Wednesday, April 8, 2009

SANTOS V. COMELEC (REMEDIAL, ELECTION)


The petition is impressed with merit. As shown in the records, respondent was guilty of forum-shopping.

FORUM-SHOPPING is an act of a party against whom an adverse judgment or order has been in one forum of seeking and possibly getting a favorable opinion in another forum, other than by appeal or special civil action for certiorari. It may also be the institution of 2 or more actions or proceedings grounded on the same cause on the supposition that one or the other court would make a favorable disposition.

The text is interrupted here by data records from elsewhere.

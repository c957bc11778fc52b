"""Reads a study file, and turns whatever is wrong with it into a message that helps.

A message gives the path of the key, what was found there and what is allowed. All problems of a file are told at once.
"""

from __future__ import annotations

import difflib
import re
import tomllib
from collections.abc import Iterator
from pathlib import Path
from typing import Any, get_args

from pydantic import BaseModel, ValidationError

from niche.errors import StudyError
from niche.study.checked_names import check_names
from niche.study.model import Study
from niche.study.sheet import zones_from_sheet

STUDY_FILE = "study.toml"

_TYPES = {
    "string_type": "text in quotes",
    "int_type": "a whole number",
    "int_from_float": "a whole number",
    "float_type": "a number",
    "bool_type": "true or false",
    "tuple_type": "a list in square brackets",
    "dict_type": "a table of names and numbers",
    "model_type": "a table",
    "model_attributes_type": "a table",
    "finite_number": "a finite number",
    "string_too_short": "text that is not empty",
    "too_short": "a list with at least one entry",
}


def read_study(path: Path) -> Study:
    """Read and check a study.

    Parameters
    ----------
    path : Path
        A study file, or a folder that holds ``study.toml``.

    Returns
    -------
    Study
        Its ``folder`` is the folder of the file; a zone sheet is read into the layout.

    Raises
    ------
    StudyError
        There is no such file, it is not TOML, or a key breaks a rule.
    """
    file = path
    try:
        file = path / STUDY_FILE if path.is_dir() else path
        text = file.read_text(encoding="utf-8-sig")
    except FileNotFoundError:
        what = f"the folder has no {STUDY_FILE}" if path.is_dir() else "there is no such file"
        raise StudyError(f"{file}: {what}. `niche start DIR` writes a study to begin from.") from None
    except UnicodeDecodeError as error:
        raise StudyError(f"{file}: byte {error.start} is not UTF-8. Save the study file as UTF-8.") from None
    except OSError as error:
        raise StudyError(f"{file}: cannot be read ({error.strerror}).") from None
    except ValueError as error:  # a path with a NUL in it
        raise StudyError(f"{str(file)!r}: cannot be read ({error}).") from None
    return study_from_text(text, file)


def study_from_text(text: str, file: Path) -> Study:
    """Check the text of a study file; ``file`` is where it came from or will stand."""
    try:
        content = tomllib.loads(text)
    except tomllib.TOMLDecodeError as error:
        raise StudyError(f"{file}: not valid TOML: {error}. Text stands in quotes; lists in square brackets.") from None
    except (RecursionError, ValueError) as error:
        raise StudyError(f"{file}: not valid TOML: {error}") from None
    try:
        study = Study.model_validate(content)
        study._folder = file.parent
        if study.zones.sheet is not None:
            zones = zones_from_sheet(study.folder / study.zones.sheet, study.zones)
            study = Study.model_validate({**content, "zones": zones})
            study._folder = file.parent
    except ValidationError as error:
        raise StudyError("\n".join(f"{file}: {line}" for line in _explain(error))) from None
    check_names(study, file)
    return study


def _explain(error: ValidationError) -> Iterator[str]:
    """One line a problem: path of the key, what was found, what is allowed."""
    for problem in error.errors(include_url=False):
        path = _path(problem["loc"])
        found, kind, context = problem["input"], problem["type"], problem.get("ctx", {})
        if kind == "extra_forbidden":
            allowed = _keys_beside(problem["loc"])
            close = difflib.get_close_matches(str(problem["loc"][-1]), allowed, n=1)
            hint = f" Did you mean `{close[0]}`?" if close else ""
            yield f"{path}: unknown key.{hint} Allowed here: {', '.join(allowed)}."
        elif kind == "missing":
            yield f"{path}: missing. This key is required."
        elif kind == "value_error":
            yield f"{path}: {context['error']}."
        elif kind == "too_short" and found:
            continue  # its entries are wrong, and have been told
        elif kind == "literal_error":
            yield f"{path}: found {_shown(found)}; allowed: {context['expected']}."
        elif kind in _TYPES:
            yield f"{path}: found {_shown(found)}; allowed: {_TYPES[kind]}."
        elif kind in ("greater_than", "greater_than_equal", "less_than", "less_than_equal"):
            word = {"gt": "above", "ge": "at least", "lt": "below", "le": "at most"}
            rule = " and ".join(f"{word[key]} {limit:,.10g}" for key, limit in context.items())
            yield f"{path}: found {_shown(found)}; allowed: a number {rule}."
        else:
            yield f"{path}: found {_shown(found)}; {problem['msg']}."


def _path(location: tuple[int | str, ...]) -> str:
    """Path of a key as a person would write it: ``species[2].k.low``, entries counted from 1."""
    path = ""
    for part in location:
        if isinstance(part, int):
            path += f"[{part + 1}]"
        else:
            path += ("." if path else "") + (part if re.fullmatch(r"[\w .-]+", part) else repr(part))
    return path or "the study as a whole"


def _shown(value: Any) -> str:
    """A value as found, short enough for one line."""
    kinds = {str: "text", bool: "true/false", int: "a whole number", float: "a number", list: "a list", dict: "a table"}
    try:
        text = repr(value)
    except (RecursionError, ValueError):  # tables in tables without end; a number of thousands of digits
        text = "what is too long to show"
    return f"{text if len(text) <= 60 else text[:57] + '...'} ({kinds.get(type(value), 'a date or time')})"


def _keys_beside(location: tuple[int | str, ...]) -> list[str]:
    """Keys allowed in the table where an unknown key was met."""
    model: type[BaseModel] = Study
    for part in location[:-1]:
        if isinstance(part, str):
            found = _model_in(model.model_fields[part].annotation)
            if found is None:
                break
            model = found
    return list(model.model_fields)


def _model_in(annotation: Any) -> type[BaseModel] | None:
    """The table class inside an annotation such as ``tuple[Species, ...]`` or ``Capacity | None``."""
    if isinstance(annotation, type) and issubclass(annotation, BaseModel):
        return annotation
    return next((model for part in get_args(annotation) if (model := _model_in(part))), None)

For it to exist, there should be:

  1. identity of parties, or at least such as would represent the same interest in both actions;
  2. identity of rights asserted and relief prayed for, the relief being founded on the same facts; and
  3. identity of the 2 preceding particulars such that any judgment rendered in the other action will, regardless of which is successful, amount to res judicata in the action under consideration.

Considering that respondent was indubitably guilty of forum-shopping when he filed SPR No. 37-2002, his petition should have been dismissed outright by the COMELEC. Willful and deliberate forum-shopping is a ground for summary dismissal of the case and constitutes direct contempt of court.

A valid exercise of the discretion to allow EXECUTION PENDING APPEAL requires that it should be based "upon good reasons to be stated in a special order." The following constitute "good reasons" and a combination of 2 or more of them will suffuie to grant execution pending appeal:

  1. public interest involved or will of the electorate;
  2. the shortness of the remaining portion of the term of the contested office; and
  3. the length of time that the election contest has been pending.

To deprive trial courts of their discretion to grant execution pending appeal would, in the words of Tobon Uy v. COMELEC, bring back the ghost of the GRAB-THE-PROCLAMATION-PROLONG-THE-PROTEST techniques so often resorted to by devious politicians in the past in their efforts to perpetuate their hold to an elective office. This would, as a consequence, lay to waste the will of the electorate.